NOTE: It is legal for the fields to be in any order, in which case the output will show the fields in a different order. The order for A and B may be different.

Here is an alternative to the "assign values to A, B" code shown above, where we create the structure fields one by one:


% assign values to A
    A.atomic_weight = 256.74;
    A.state = 'liquid';
    A.color = 'blue';
    A.transparency = 100;
% assign values to B
    B.atomic_weight = 107.98;
    B.state = 'solid';
    B.color = 'silver';
    B.transparency = 0;

The second solution is less efficient, since Matlab has to repeatedly account for the changing number of fields in the two structures above. Similarly to vectorization, it is in general more efficient to create structures in one step. This is not possible, however, if not all data is available at the time a structure must be created. In this latter case the second approach (maybe without such a tight grouping of field-creating statements) is a natural solution. Some people would also argue that the second solution is more readable than the first one.

Running either solution above we get the following output:


A = 
    atomic_weight: 256.7400
            state: 'liquid'
            color: 'blue'
     transparency: 100


B = 
    atomic_weight: 107.9800
            state: 'solid'
            color: 'silver'
     transparency: 0


A = 
    atomic_weight: 107.9800
            state: 'solid'
            color: 'silver'
     transparency: 0


B = 
    atomic_weight: 256.7400
            state: 'liquid'
            color: 'blue'
     transparency: 100

Project 2: Part 2 "Eeeee! "

The goal of this problem is to illustrate that numerical computations are only approximate, so care must be taken when interpreting the results of such computations. Just because "the computer says" it does not always mean that it is true! (However, it does not mean that all numerical computations are untrustworthy.)

Note: observe that i ranges from 0 to N-1, not to N or N+1.


format long
N = 150; % number of terms
x = 2;   % compute (approximation of) e^x
% compute 0!, ..., (N-1)!
    for i = 0:N-1
      fact(i+1) = factorial(i);
    end
% compute first N terms x^i/i! of infinite series for e^2 in 
% ascending ($series2$) and descending ($series1$) order of terms
    series2 = sort((x .^ (0:N-1)) ./ fact);
    series1 = series2(end:-1:1); % OR: series1 = fliplr(series2);
% compute value of e^x in 3 ways:
    exact = exp(x)         % use Matlab's built-in function $exp$
    approx1 = sum(series1) % add terms in series in descending order
    approx2 = sum(series2) % add terms in series in ascending order
% display pairwise differences exact-approx1, exact-approx2, approx1-approx2
    exact - approx1
    exact - approx2
    approx1 - approx2
format short

To compute the two approximations, we first prepare an array containing the factorials of all numbers from 0 to N-1. We then generate an array containing the first N powers of 2, divide it element by element by the factorial array, and then we sort the result.
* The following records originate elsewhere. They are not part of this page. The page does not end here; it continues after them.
using FlowSolver.Foundation;
using MathNet.Numerics.LinearAlgebra;

namespace FlowSolver.Tests.Foundation;

/// <summary>
/// Mutations tried and seen to fail: diagonal links of the coarse network left out; the shares of the column to the right dropped from restriction;
/// elimination without joining the neighbours; the last cell held instead of the heaviest.
/// </summary>
public class NetworkMultigridTests
{
    // Conductances over many orders of magnitude, as of a landscape with walls.
    private static GridNetwork Random(int nx, int ny, bool wrapsX, bool wrapsY, bool grounded, double spread, int seed = 5)
    {
        var random = new Random(seed);
        var (linkX, linkY, ground, mass) = (new double[nx * ny], new double[ny == 1 ? 0 : nx * ny], new double[nx * ny], new double[nx * ny]);
        double Weight(double i, double j) => Math.Exp(-spread * (Math.Pow(i / nx - 0.45, 2) + Math.Pow(j / ny - 0.5, 2) + 0.3 * Math.Sin(9.0 * i / nx) * Math.Cos(7.0 * j / ny)));
        for (var j = 0; j < ny; j++)
        {
            for (var i = 0; i < nx; i++)
            {
                var cell = j * nx + i;
                mass[cell] = Weight(i, j);
                linkX[cell] = i == nx - 1 && !wrapsX ? 0 : Weight(i + 0.5, j) * (0.9 + 0.2 * random.NextDouble());
                if (ny > 1)
                    linkY[cell] = j == ny - 1 && !wrapsY ? 0 : Weight(i, j + 0.5) * (0.9 + 0.2 * random.NextDouble());
                if (grounded && i < 2 && j < 3)
                    ground[cell] = mass[cell];
            }
        }

        return new GridNetwork(nx, ny, linkX, linkY, ground, mass);
    }

    private static Matrix<double> Dense(GridNetwork network)
    {
        var matrix = Matrix<double>.Build.Dense(network.Count, network.Count);
        var (unit, column) = (new double[network.Count], new double[network.Count]);
        for (var j = 0; j < network.Count; j++)
        {
            Array.Clear(unit);
            unit[j] = 1;
            network.Apply(unit, column);
            matrix.SetColumn(j, column);
        }

        return matrix;
    }

    [Theory]
    [InlineData(9, 7, false, false)]
    [InlineData(8, 6, true, false)]
    [InlineData(7, 9, true, true)]
    [InlineData(10, 12, false, true)]
    [InlineData(1, 14, false, true)]
    [InlineData(1, 11, false, false)]
    public void Apply_SmallNetwork_IsDirectSolution(int nx, int ny, bool wrapsX, bool wrapsY)
    {
        var network = Random(nx, ny, wrapsX, wrapsY, true, 10);
        var dense = Dense(network);
        Assert.True((dense - dense.Transpose()).L1Norm() < 1e-14);
        var f = new double[network.Count];
        for (var i = 0; i < f.Length; i++)
            f[i] = network.Weights[i] * Math.Sin(i + 1);
        var multigrid = new NetworkMultigrid(network);
        var u = new double[f.Length];
        multigrid.Apply(f, u, multigrid.NewWorkspace());
        var expected = dense.Solve(Vector<double>.Build.Dense(f));
        for (var i = 0; i < f.Length; i++)
            Assert.Equal(expected[i], u[i], 1e-9 * expected.AbsoluteMaximum());
    }

    [Theory]
    [InlineData(64, 64, false, false, 0)]
    [InlineData(65, 50, false, false, 40)]
    [InlineData(64, 48, true, false, 60)]
    [InlineData(61, 64, false, true, 60)]
    [InlineData(63, 57, true, true, 60)]
    [InlineData(200, 40, false, false, 40)]
    [InlineData(64, 64, false, false, 80)]
    public void Solve_ConductancesOverManyOrders_TakesFewIterations(int nx, int ny, bool wrapsX, bool wrapsY, double spread)
    {
        foreach (var grounded in new[] { true, false })
        {
            var network = Random(nx, ny, wrapsX, wrapsY, grounded, spread);
            var f = new double[network.Count];
            double sum = 0, mass = 0;
            for (var i = 0; i < f.Length; i++)
            {
                f[i] = network.Weights[i] * Math.Sin(0.37 * i + 1);
                sum += f[i];
                mass += network.Weights[i];
            }

            for (var i = 0; i < f.Length && !grounded; i++)
                f[i] -= network.Weights[i] * (sum / mass);
            // Against elimination on the whole grid, which never subtracts.
            var (u, exact) = (new double[f.Length], new double[f.Length]);
            var (iterations, error) = new NetworkMultigrid(network, 100).Solve(f, u, 1e-9, 100);
            Assert.True(iterations <= 9, $"grounded {grounded}: {iterations} iterations, error {error:g3}");
            var direct = new NetworkMultigrid(network, int.MaxValue);
            direct.Apply(f, exact, direct.NewWorkspace());
            if (!grounded)
                RemoveMean(network, u, exact);
            double apart = 0, whole = 0;
            for (var i = 0; i < f.Length; i++)
            {
                apart += network.Weights[i] * (u[i] - exact[i]) * (u[i] - exact[i]);
                whole += network.Weights[i] * exact[i] * exact[i];
            }

            Assert.True(apart <= 1e-15 * whole, $"grounded {grounded}: apart by {Math.Sqrt(apart / whole):g3}");
        }
    }

    private static void RemoveMean(GridNetwork network, params ReadOnlySpan<double[]> fields)
    {
        var total = SpanKernels.Sum(network.Weights);
        foreach (var field in fields)
        {
            var mean = SpanKernels.Dot(network.Weights, field) / total;
            for (var i = 0; i < field.Length; i++)
                field[i] -= mean;
        }
    }

    [Fact]
    public void Solve_FlatCells_AreHalvedAlongTheirNarrowSide()
    {
        var (nx, ny) = (128, 64);
        var (linkX, linkY, ground, mass) = (new double[nx * ny], new double[nx * ny], new double[nx * ny], new double[nx * ny]);
        for (var cell = 0; cell < nx * ny; cell++)
        {
            linkX[cell] = cell % nx == nx - 1 ? 0 : 64;
            linkY[cell] = cell / nx == ny - 1 ? 0 : 1;
            mass[cell] = 1;
        }

        ground[0] = 1;
        var multigrid = new NetworkMultigrid(new GridNetwork(nx, ny, linkX, linkY, ground, mass, 8));
        Assert.Equal(64, multigrid.Networks[1].Nx);
        Assert.Equal(64, multigrid.Networks[1].Ny);
        var u = new double[nx * ny];
        var (iterations, _) = multigrid.Solve(mass, u, 1e-10, 60);
        Assert.True(iterations <= 14, $"{iterations} iterations");
    }

    [Fact]
    public void Energy_AnyField_IsItsQuadraticForm()
    {
        foreach (var network in new NetworkMultigrid(Random(20, 18, true, false, true, 5), 30).Networks)
        {
            var (u, ku) = (new double[network.Count], new double[network.Count]);
            for (var i = 0; i < u.Length; i++)
                u[i] = Math.Cos(1.7 * i);
            network.Apply(u, ku);
            Assert.Equal(1, SpanKernels.Dot(u, ku) / network.Energy(u), 1e-12);
        }
    }

    /// <summary>A chain of conductances e^(−40) … e^(40): times to leave it by the sums in closed form, relative accuracy 1e-13.</summary>
    [Fact]
    public void Apply_ChainOfTinyAndHugeConductances_KeepsEveryDigit()
    {
        const int count = 81;
        var (links, ground, mass) = (new double[count], new double[count], new double[count]);
        for (var i = 0; i < count - 1; i++)
            links[i] = Math.Exp(40 * Math.Cos(0.31 * i));
        ground[0] = 1e-20;
        Array.Fill(mass, 1);
        var multigrid = new NetworkMultigrid(new GridNetwork(1, count, new double[count], links, ground, mass));
        var u = new double[count];
        multigrid.Apply(mass, u, multigrid.NewWorkspace());
        var expected = count / 1e-20;
        for (var i = 0; i < count; i++)
        {
            Assert.Equal(1, u[i] / expected, 1e-13);
            if (i < count - 1)
                expected += (count - 1 - i) / links[i];
        }
    }

    [Fact]
    public void Find_SmallNetworks_AgreesWithDenseEigenvalues()
    {
        foreach (var (nx, ny, wrapsX, wrapsY) in new[] { (16, 14, false, false), (15, 16, true, false), (14, 17, true, true) })
        {
            var network = Random(nx, ny, wrapsX, wrapsY, false, 20);
            var root = Vector<double>.Build.Dense(network.Count, i => Math.Sqrt(network.Weights[i]));
            var symmetric = Matrix<double>.Build.DiagonalOfDiagonalVector(1 / root) * Dense(network) * Matrix<double>.Build.DiagonalOfDiagonalVector(1 / root);
            var expected = symmetric.Evd(Symmetricity.Symmetric).EigenValues.Select(value => value.Real).Order().ToArray();
            var found = new SmallestModes(network, 1e-3, WorkerTeam.Alone, 130).Find(8);
            Assert.True(found.Converged);
            for (var k = 0; k < 8; k++)
                Assert.Equal(1, found.Rates[k] / expected[k + 1], 1e-9);
            using var team = new WorkerTeam(3);
            Assert.Equal(found.Rates, new SmallestModes(network, 1e-3, team, 130).Find(8).Rates);
        }
    }

    [Fact]
    public void Decompose_GradedMatrix_KeepsSmallEigenvalues()
    {
        // DHD with H near 1: eigenvalues over 16 orders; the product of all is the determinant.
        double[] scale = [1, 1e-3, 1e-5, 1e-8];
        var matrix = new double[16];
        for (var i = 0; i < 4; i++)
        {
            for (var j = 0; j < 4; j++)
                matrix[i * 4 + j] = scale[i] * scale[j] * (i == j ? 1 : 0.3 / (1 + Math.Abs(i - j)));
        }

        // det H by elimination on the well-scaled matrix.
        var h = Matrix<double>.Build.Dense(4, 4, (i, j) => i == j ? 1 : 0.3 / (1 + Math.Abs(i - j)));
        var (values, vectors) = (new double[4], new double[16]);
        SymmetricEigen.Decompose(matrix, values, vectors);
        Assert.Equal(1, values[0] * values[1] * values[2] * values[3] / (h.Determinant() * 1e-32), 1e-12);
        Assert.True(values[0] > 0 && values[0] < values[1] && values[2] < values[3]);
    }
}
Sorting is necessary to order the series' terms in increasing order. We could determine algebraically what this order should be, and then we could compute the elements directly in this order. Any reasoning we would develop would be specific to the series at hand. Sorting an array with 150 elements is quick, and it has the advantage of being a general solution.

After we generate the series in increasing order, we reverse it by either using function fliplr or an array of indices of positions from right (end) to left (1). Summing the two series produces the two approximations. We compare these with the "exact" value by using subtraction. This is the output that we get:


exact =
   7.38905609893065

approx1 =
   7.38905609893065

approx2 =
   7.38905609893065

ans =
     1.776356839400250e-15

ans =
     0

ans =
    -1.776356839400250e-15

Note that the "exact" value is equal to the second approximation, but different from the first one. The difference is small, but the computation we perfomed was very simple. Complicated sequences of computations (e.g. simulating the aerodynamic behavior of an airplane) can lead to computed values that are very far from the "true" ones. The area of Computer Science which studies these problems is called Numerical Analysis.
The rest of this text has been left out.